What to produce
Reproduce the entries below exactly, but only from the line containing "#: Invented inputs (not expected values)." to the line containing "if line.strip() and", inclusive.

========

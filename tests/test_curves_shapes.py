"""Published fine-particle shapes (forms from memory, see the methods guide:
Burnett et al. 2014, Environ Health Perspect 122:397; Burnett et al. 2018,
PNAS 115:9592). The settings below are the methods guide's recalled values,
used as inputs only; expected values come from the formulas typed out here
and from scipy/statsmodels."""

import numpy as np
import pytest
import statsmodels.api as sm
from scipy.optimize import curve_fit

from doseattr.core.curves.covariance import LogRRCovariance
from doseattr.core.curves.fit import fit_curve
from doseattr.core.curves.shapes import LogLogisticWeighted, SaturatingExponential
from doseattr.errors import ModelError

# From memory (methods guide): non-accidental deaths, theta 0.1430, alpha 1.6,
# mu 15.5, nu 36.8, cf 2.4.
LLW = dict(scale=1.6, midpoint=15.5, spread=36.8, threshold=2.4)
X = np.linspace(0.0, 120.0, 97)


def _llw_formula(x, theta, ref):
    """log RR(z) = theta log(z/a + 1) / (1 + exp(-(z - u)/v)), z = max(0, x - cf),
    relative to the reference dose (Burnett et al. 2018, from memory)."""
    def f(v):
        z = np.maximum(0.0, v - 2.4)
        return theta * np.log(z / 1.6 + 1) / (1 + np.exp(-(z - 15.5) / 36.8))
    return f(x) - f(ref)


def test_log_logistic_weighted_formula():
    for ref in (0.0, 2.4, 10.0):
        model = LogLogisticWeighted(reference_dose=ref, **LLW)
        np.testing.assert_allclose(model.log_rr(X, np.array([0.143])),
                                   _llw_formula(X, 0.143, ref), rtol=1e-12, atol=1e-15)
        np.testing.assert_allclose(model.basis(X)[:, 0], _llw_formula(X, 1.0, ref),
                                   rtol=1e-12, atol=1e-15)


def test_log_logistic_weighted_threshold_and_growth():
    """RR = 1 up to cf (z = 0); kink at cf; for large x the weight tends to 1 so
    log RR - theta log(x) tends to -theta log(alpha) (power growth theta)."""
    model = LogLogisticWeighted(reference_dose=0.0, **LLW)
    theta = np.array([0.143])
    np.testing.assert_array_equal(model.log_rr(np.array([0.0, 1.0, 2.4]), theta), 0.0)
    np.testing.assert_array_equal(model.kinks(theta), [2.4])
    g = model.growth(theta)
    assert g.kind == "power" and g.rate == pytest.approx(0.143)
    far = model.log_rr(np.array([1e9]), theta)[0] - 0.143 * np.log(1e9)
    np.testing.assert_allclose(far, -0.143 * np.log(1.6), atol=1e-6)


def test_log_logistic_weighted_gls_equals_statsmodels():
    """Source: statsmodels GLS (no intercept) on the same one-column basis."""
    model = LogLogisticWeighted(reference_dose=2.4, **LLW)
    doses = np.array([8.0, 15.0, 25.0, 40.0, 60.0])
    y = np.log([1.10, 1.21, 1.28, 1.36, 1.41])            # invented
    cov = LogRRCovariance(np.full((5, 5), 0.001) + np.diag(np.full(5, 0.003)), "counts")
    curve = fit_curve(model, doses, y, cov)
    ref = sm.GLS(y, _llw_formula(doses, 1.0, 2.4)[:, None], sigma=cov.cov).fit()
    np.testing.assert_allclose(curve.coef, ref.params, rtol=1e-10)
    np.testing.assert_allclose(curve.cov, ref.normalized_cov_params, rtol=1e-10)


def _sat_formula(x, a, g, d, cf=2.4, ref=0.0):
    """RR(z) = 1 + a (1 - exp(-g z^d)), z = max(0, x - cf) (Burnett et al. 2014,
    from memory), relative to RR at the reference dose."""
    def rr(v):
        return 1 + a * (1 - np.exp(-g * np.maximum(0.0, v - cf) ** d))
    return np.log(rr(x) / rr(ref))


def test_saturating_exponential_formula_bound_and_kink():
    model = SaturatingExponential(reference_dose=5.0, threshold=2.4)
    coef = np.array([0.9, 0.05, 0.8])
    np.testing.assert_allclose(model.log_rr(X, coef), _sat_formula(X, *coef, ref=5.0),
                               rtol=1e-12, atol=1e-15)
    model0 = SaturatingExponential(threshold=2.4)
    np.testing.assert_allclose(np.exp(model0.log_rr(np.array([1e12]), coef)), [1 + 0.9],
                               rtol=1e-12)
    assert model0.growth(coef).kind == "bounded"
    # the threshold first, then a mesh graded towards it, cf (1 + 8^-j) for
    # j = -1..6 (out to 9 cf so the engine's panels beyond it grow gradually)
    k = model0.kinks(coef)
    assert k[0] == 2.4 and k.size == 9 and np.all(k[1:] > 2.4) and np.all(np.diff(k[1:]) < 0)
    with pytest.raises(ModelError, match="gamma > 0"):
        model0.check(np.array([0.9, -0.05, 0.8]))


def test_saturating_exponential_fit_equals_curve_fit():
    """Source: scipy.optimize.curve_fit with sigma = V, absolute_sigma=True and the
    same bounds, minimising the same r'V^-1 r. Data: the formula at invented
    parameters, perturbed by invented offsets. Tolerances: optimiser stopping
    and finite-difference Jacobians of a weakly identified 3-parameter fit."""
    doses = np.array([5.0, 10.0, 20.0, 35.0, 50.0, 80.0, 120.0, 200.0])
    y = _sat_formula(doses, 0.9, 0.05, 0.8) + np.array([0.01, -0.01, 0.005, 0.0, -0.008,
                                                        0.012, -0.004, 0.006])
    v = np.full((8, 8), 0.0004) + np.diag(np.full(8, 0.0016))
    model = SaturatingExponential(threshold=2.4)
    curve = fit_curve(model, doses, y, LogRRCovariance(v, "counts"))
    popt, pcov = curve_fit(lambda x, a, g, d: _sat_formula(x, a, g, d), doses, y,
                           p0=[1.0, 0.05, 1.0], sigma=v, absolute_sigma=True,
                           bounds=model.bounds, xtol=1e-15, ftol=1e-15, gtol=1e-15,
                           max_nfev=20000)
    np.testing.assert_allclose(curve.coef, popt, rtol=1e-5)
    np.testing.assert_allclose(curve.cov, pcov, rtol=1e-3)
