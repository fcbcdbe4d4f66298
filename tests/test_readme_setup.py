"""The README's two set-up commands and the licence stay true.

The set-up must work where the system Python refuses ``pip install`` into
itself (PEP 668 "externally managed environment", as on Debian and Ubuntu),
so both commands make and activate a virtual environment first (common
practice). CI greps the test line out of the README and runs it as written;
these tests fail when the README and ``.ci/run`` drift apart.
"""

from __future__ import annotations

import re
import subprocess
import tomllib
from pathlib import Path

ROOT = Path(__file__).resolve().parent.parent


def _code_blocks(text: str) -> list[str]:
    return re.findall(r"^```\n(.*?)^```", text, flags=re.S | re.M)


def _setup_commands() -> list[str]:
    readme = (ROOT / "README.md").read_text(encoding="utf-8")
    head = readme.split("\n## ", 1)[0]
    return [b.strip() for b in _code_blocks(head)]


def test_readme_has_exactly_two_one_line_setup_commands() -> None:
    commands = _setup_commands()
    assert len(commands) == 2
    assert all("\n" not in c for c in commands)


def test_each_setup_command_makes_and_uses_a_virtual_environment() -> None:
    for command in _setup_commands():
        steps = [s.strip() for s in command.split("&&")]
        assert steps[0] == "python3 -m venv .venv"
        assert steps[1] == ". .venv/bin/activate"
        assert steps[2].startswith("python3 -m pip install ")


def test_ci_finds_the_readme_test_line() -> None:
    script = (ROOT / ".ci" / "run").read_text(encoding="utf-8")
    pattern = re.search(r"grep -m1 -E '([^']+)' README.md", script)
    assert pattern is not None
    found = subprocess.run(["grep", "-m1", "-E", pattern.group(1), str(ROOT / "README.md")],
                           capture_output=True, text=True, check=False).stdout.strip()
    assert found == _setup_commands()[1]
    assert found.endswith("python3 -m pytest -q")


def test_licence_file_matches_pyproject() -> None:
    project = tomllib.loads((ROOT / "pyproject.toml").read_text(encoding="utf-8"))["project"]
    declared = project["license"]["text"]
    first_line = (ROOT / "LICENSE").read_text(encoding="utf-8").splitlines()[0]
    assert first_line == f"{declared} License"
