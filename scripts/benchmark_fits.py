"""Benchmark: exposure fits to many measurements, per family.

Data are generated here (seeded; every number is invented):

- ``weighted``: ``n`` values from a lognormal with GM 4 and GSD 2.5, with
  importance-free frequency weights drawn uniformly from 0.5 to 2, nothing
  censored (the fit takes the weighted, uncensored path; the goodness of fit
  is then the probability plot correlation).
- ``censored``: ``n`` values from the same lognormal, each with one of
  ``--limits`` laboratory detection limits (evenly spaced on the log scale
  between the 5th and 40th percentile), drawn at random; a value below its
  limit is reported as that limit, not detected (about 20% of the values).
  Unweighted.
- ``positions`` (with ``--positions``): the ROS plotting positions alone of
  ``n`` censored values whose limits are all distinct (about 16,000 limits at
  1e5 values): the case that was quadratic in the number of limits.

For each case, family and size, :func:`doseattr.core.exposure.fit_measurements`
runs ``--repeat`` times; printed are the best CPU time
(``time.process_time``), the best wall-clock time, and the estimates and
log-likelihood (to compare one version with another). ``uptime`` load is
printed before and after: the machine is shared.

The script uses only the public fitting API, so it runs against any version
of the package: run it from the root of the checkout to measure (the
package imports from the working directory), e.g.::

    cd /work/main && python /path/to/scripts/benchmark_fits.py --json before.json
    python scripts/benchmark_fits.py --json after.json --compare before.json

Usage:  python scripts/benchmark_fits.py [--sizes 100000 1000000]
        [--families lognormal gamma weibull] [--cases weighted censored]
        [--limits 50] [--repeat 2] [--positions] [--json FILE] [--compare FILE]
"""

from __future__ import annotations

import argparse
import json
import os
import subprocess
import sys
import time
from typing import Any

import numpy as np

sys.path.insert(0, os.getcwd())

GM, GSD, SEED = 4.0, 2.5, 20261203


def uptime() -> str:
    try:
        return subprocess.run(["uptime"], capture_output=True, text=True, check=False).stdout.strip()
    except OSError:
        return "uptime unavailable"


def weighted_data(n: int) -> dict[str, Any]:
    rng = np.random.default_rng(SEED)
    x = np.exp(np.log(GM) + np.log(GSD) * rng.standard_normal(n))
    return {"values": x, "weights": rng.uniform(0.5, 2.0, n)}


def censored_data(n: int, limits: int) -> dict[str, Any]:
    rng = np.random.default_rng(SEED + 1)
    x = np.exp(np.log(GM) + np.log(GSD) * rng.standard_normal(n))
    z = np.linspace(-1.645, -0.253, limits)  # the 5th to 40th percentile
    dl = np.exp(np.log(GM) + np.log(GSD) * z)[rng.integers(0, limits, n)]
    det = x >= dl
    return {"values": np.where(det, x, dl), "detected": det}


def positions_data(n: int) -> tuple[np.ndarray, np.ndarray]:
    rng = np.random.default_rng(SEED + 2)
    x = np.exp(rng.standard_normal(n))
    dl = np.exp(rng.standard_normal(n) - 0.8)
    det = x >= dl
    return np.where(det, x, dl), det


def timed(fn: Any, repeat: int) -> tuple[float, float, Any]:
    best_cpu = best_wall = np.inf
    out = None
    for _ in range(repeat):
        c0, w0 = time.process_time(), time.perf_counter()
        out = fn()
        best_cpu = min(best_cpu, time.process_time() - c0)
        best_wall = min(best_wall, time.perf_counter() - w0)
    return best_cpu, best_wall, out


def run_fit(family: str, data: dict[str, Any], repeat: int) -> dict[str, Any]:
    from doseattr.core.exposure import fit_measurements

    cpu, wall, e = timed(lambda: fit_measurements(family, **data), repeat)
    fit = e.fit
    return {"cpu": cpu, "wall": wall, "params": [float(v) for v in e.params],
            "loglik": float(fit.loglik),
            "cov": None if fit.cov_internal is None else np.asarray(fit.cov_internal).tolist(),
            "gof": fit.gof.get("statistic")}


def run_positions(n: int, repeat: int) -> dict[str, Any]:
    from doseattr.core.exposure.nondetects import ros_plotting_positions

    x, det = positions_data(n)
    cpu, wall, pos = timed(lambda: ros_plotting_positions(x, det), repeat)
    return {"cpu": cpu, "wall": wall, "limits": int(np.unique(x[~det]).size),
            "checksum": float(np.sum(pos * np.arange(1, n + 1)) / n)}


def compare(now: dict[str, Any], before: dict[str, Any]) -> None:
    print("\nagainst the earlier run (relative differences; cpu before -> after):")
    for key, new in now.items():
        old = before.get(key)
        if old is None:
            continue
        line = f"{key:32s} cpu {old['cpu']:8.3f} -> {new['cpu']:8.3f} s"
        if "params" in new:
            dp = np.max(np.abs(np.subtract(new["params"], old["params"])) / np.abs(old["params"]))
            dl = abs(new["loglik"] - old["loglik"]) / abs(old["loglik"])
            line += f"  params {dp:.1e}  loglik {dl:.1e}"
            if new["cov"] is not None and old["cov"] is not None:
                dc = np.max(np.abs(np.subtract(new["cov"], old["cov"])) / np.abs(np.diag(old["cov"])).max())
                line += f"  cov {dc:.1e}"
            if new["gof"] is not None and old["gof"] is not None:
                line += f"  gof {abs(new['gof'] - old['gof']) / abs(old['gof']):.1e}"
        else:
            line += f"  checksum {abs(new['checksum'] - old['checksum']) / abs(old['checksum']):.1e}"
        print(line)


def main() -> None:
    ap = argparse.ArgumentParser(description=__doc__.splitlines()[0])
    ap.add_argument("--sizes", type=int, nargs="+", default=[100_000, 1_000_000])
    ap.add_argument("--families", nargs="+", default=["lognormal", "gamma", "weibull"])
    ap.add_argument("--cases", nargs="+", default=["weighted", "censored"])
    ap.add_argument("--limits", type=int, default=50)
    ap.add_argument("--repeat", type=int, default=2)
    ap.add_argument("--positions", action="store_true")
    ap.add_argument("--positions-sizes", type=int, nargs="+", default=[100_000])
    ap.add_argument("--json")
    ap.add_argument("--compare")
    args = ap.parse_args()

    import doseattr.core.exposure  # imports outside the timings
    print(f"package from {os.path.dirname(doseattr.core.exposure.__file__)}")
    print(f"start: {uptime()}")
    results: dict[str, Any] = {}
    for n in args.sizes:
        for case in args.cases:
            data = weighted_data(n) if case == "weighted" else censored_data(n, args.limits)
            for family in args.families:
                r = run_fit(family, data, args.repeat)
                key = f"{case} {family} n={n}"
                results[key] = r
                print(f"{key:32s} cpu {r['cpu']:8.3f} s  wall {r['wall']:8.3f} s  "
                      f"params {r['params'][0]:.10g} {r['params'][1]:.10g}  loglik {r['loglik']:.12g}",
                      flush=True)
    if args.positions:
        for n in args.positions_sizes:
            r = run_positions(n, args.repeat)
            key = f"positions n={n}"
            results[key] = r
            print(f"{key:32s} cpu {r['cpu']:8.3f} s  wall {r['wall']:8.3f} s  limits {r['limits']}",
                  flush=True)
    print(f"end:   {uptime()}")
    if args.json:
        with open(args.json, "w") as fh:
            json.dump(results, fh, indent=1)
    if args.compare:
        with open(args.compare) as fh:
            compare(results, json.load(fh))


if __name__ == "__main__":
    main()
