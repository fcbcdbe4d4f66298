"""Large text tables read column by column (issue 15, item 3): the values
are those of Python's own ``csv`` module and ``float()`` reading the same
file, and every message (file, row, column, what to change) is the one the
line-by-line reading gives, whose wording tests/test_analysis_tables.py and
tests/test_table_formats.py check.

The columnar reading starts at ``COLUMNAR_MIN_BYTES``; the tests lower that
limit to read small invented tables both ways.
"""

from __future__ import annotations

import csv
import io

import numpy as np
import pytest

from doseattr.analysis import tablefile
from doseattr.analysis.csvfile import read_raw
from doseattr.analysis.exposure_tables import read_bins, read_histories
from doseattr.analysis.tablefile import TableOptions, TableRef
from doseattr.analysis.tables import read_measurements, read_study_table
from doseattr.errors import InputError

#: Invented inputs (not expected values).
MEASURED = """\
# invented samples
site,worker,value (ug/m3),detected,weight
S1,W1,12.5,true,3
S1,W2,<0.5,false,1
S2,W1,9.25,TRUE,2
S2,W3,17,true,0
S3,W2,<1.5e1,False,4
S3,W4,3.75,true,1
"""


def _read(monkeypatch, path, reader=read_measurements, columnar=True, **kw):
    """``reader``'s result, or the InputError's text, and whether the
    table was read column by column."""
    monkeypatch.setattr(tablefile, "COLUMNAR_MIN_BYTES", 0 if columnar else 10**12)
    by_columns = False
    try:
        by_columns = read_raw(path).cells is not None
        return reader(path, **kw), by_columns
    except InputError as exc:
        return str(exc), by_columns


def _both(monkeypatch, path, reader=read_measurements, **kw):
    columns, by_columns = _read(monkeypatch, path, reader, True, **kw)
    lines, line_by_line = _read(monkeypatch, path, reader, False, **kw)
    assert not line_by_line
    return columns, lines, by_columns


def _write(tmp_path, text, name="m.csv", encoding="utf-8"):
    path = tmp_path / name
    path.write_bytes(text.encode(encoding))
    return path


def _expected(path, delimiter=","):
    """The rows as Python's csv module splits the file's data lines."""
    text = path.read_bytes().decode("utf-8-sig")
    lines = [(i, line) for i, line in enumerate(text.splitlines(), start=1)
             if line.strip() and not line.lstrip().startswith("#")]
    rows = [(i, [c.strip() for c in next(csv.reader([line], delimiter=delimiter))])
            for i, line in lines[1:]]
    return [(i, cells) for i, cells in rows if any(cells)]


def _same_measurements(a, b):
    for name in ("values", "detected", "weights", "lines", "notes"):
        x, y = getattr(a, name), getattr(b, name)
        assert (x is None) == (y is None), name
        if x is not None:
            np.testing.assert_array_equal(np.asarray(x), np.asarray(y), err_msg=name)
    assert (a.worker is None) == (b.worker is None)
    if a.worker is not None:
        assert a.worker.dtype == b.worker.dtype
        np.testing.assert_array_equal(a.worker, b.worker)


# -- values: Python's csv module and float() of the same file are the reference ------
def test_measurements_with_non_detects(tmp_path, monkeypatch):
    path = _write(tmp_path, MEASURED)
    got, by_columns = _read(monkeypatch, path)
    assert by_columns
    rows = [(i, c) for i, c in _expected(path) if float(c[4]) > 0]  # csv module, float()
    values = [float(c[2].lstrip("<")) for _, c in rows]
    np.testing.assert_array_equal(got.values, values)
    np.testing.assert_array_equal(got.detected, [not c[2].startswith("<") for _, c in rows])
    np.testing.assert_array_equal(got.weights, [float(c[4]) for _, c in rows])
    np.testing.assert_array_equal(got.worker, [c[1] for _, c in rows])
    assert tuple(got.lines) == tuple(i for i, _ in rows)
    _same_measurements(got, _read(monkeypatch, path, columnar=False)[0])


@pytest.mark.parametrize("variant", ["crlf", "bom-and-unit", "trailing-blank", "spaces",
                                     "tabs", "empty-rows", "unnamed-column", "minus",
                                     "numeric-ids", "nd-with-lod", "plain-numbers",
                                     "lt-inside-id", "lt-starting-id"])
def test_variants_read_as_line_by_line(tmp_path, monkeypatch, variant):
    text, name, options = MEASURED, "m.csv", TableOptions()
    if variant == "crlf":
        text = text.replace("\n", "\r\n")
    elif variant == "bom-and-unit":
        text = "\ufeff" + text.replace("(ug/m3)", "(µg/m³)")
    elif variant == "trailing-blank":
        text += "\n  \n\n"
    elif variant == "spaces":
        text = text.replace(",", " , ").replace("W1", "W 1")
    elif variant == "tabs":
        text, name = text.replace(",", "\t"), "m.tsv"
    elif variant == "empty-rows":
        text = text.replace("S2,W1", ",,,,\nS2,W1") + ",,,,\n , ,,,\n"
    elif variant == "unnamed-column":
        text = text.replace("weight\n", "weight,\n")
        text = "\n".join(line + "," if line.count(",") == 4 else line
                         for line in text.splitlines()) + "\n"
    elif variant == "minus":
        text = text.replace("9.25", "2.5e-01")
    elif variant == "numeric-ids":
        text = text.replace("W", "00")
    elif variant == "nd-with-lod":
        text = text.replace("weight\n", "weight,lod\n").replace("<0.5,false,1", "ND,false,1,0.5")
        text = "\n".join(line if line.startswith("#") or line.count(",") == 5 else line + ","
                         for line in text.splitlines()) + "\n"
    elif variant == "lt-inside-id":
        text = text.replace(",W2,", ",W<2,")
    elif variant == "lt-starting-id":
        text = text.replace(",W2,", ",<W2,")
    elif variant == "plain-numbers":
        text = "value,weight\n" + "".join(f"{1 + i / 7!r},{i % 5 + 1}\n" for i in range(50))
    path = _write(tmp_path, text, name)
    ref = TableRef(str(path), options)
    columns, lines, by_columns = _both(monkeypatch, ref)
    assert by_columns
    assert not isinstance(lines, str), lines
    _same_measurements(columns, lines)
    if variant == "numeric-ids":
        assert columns.worker[0] == "001"  # the text as written, leading zeros kept
    if variant.startswith("lt-"):
        assert {"W<2", "<W2"} & set(columns.worker.tolist())  # the text as written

========

Answer space
#: Invented inputs (not expected values).
MEASURED = """\
# invented samples
site,worker,value (ug/m3),detected,weight
S1,W1,12.5,true,3
S1,W2,<0.5,false,1
S2,W1,9.25,TRUE,2
S2,W3,17,true,0
S3,W2,<1.5e1,False,4
S3,W4,3.75,true,1
"""


def _read(monkeypatch, path, reader=read_measurements, columnar=True, **kw):
    """``reader``'s result, or the InputError's text, and whether the
    table was read column by column."""
    monkeypatch.setattr(tablefile, "COLUMNAR_MIN_BYTES", 0 if columnar else 10**12)
    by_columns = False
    try:
        by_columns = read_raw(path).cells is not None
        return reader(path, **kw), by_columns
    except InputError as exc:
        return str(exc), by_columns


def _both(monkeypatch, path, reader=read_measurements, **kw):
    columns, by_columns = _read(monkeypatch, path, reader, True, **kw)
    lines, line_by_line = _read(monkeypatch, path, reader, False, **kw)
    assert not line_by_line
    return columns, lines, by_columns


def _write(tmp_path, text, name="m.csv", encoding="utf-8"):
    path = tmp_path / name
    path.write_bytes(text.encode(encoding))
    return path


def _expected(path, delimiter=","):
    """The rows as Python's csv module splits the file's data lines."""
    text = path.read_bytes().decode("utf-8-sig")
    lines = [(i, line) for i, line in enumerate(text.splitlines(), start=1)
             if line.strip() and not line.lstrip().startswith("#")]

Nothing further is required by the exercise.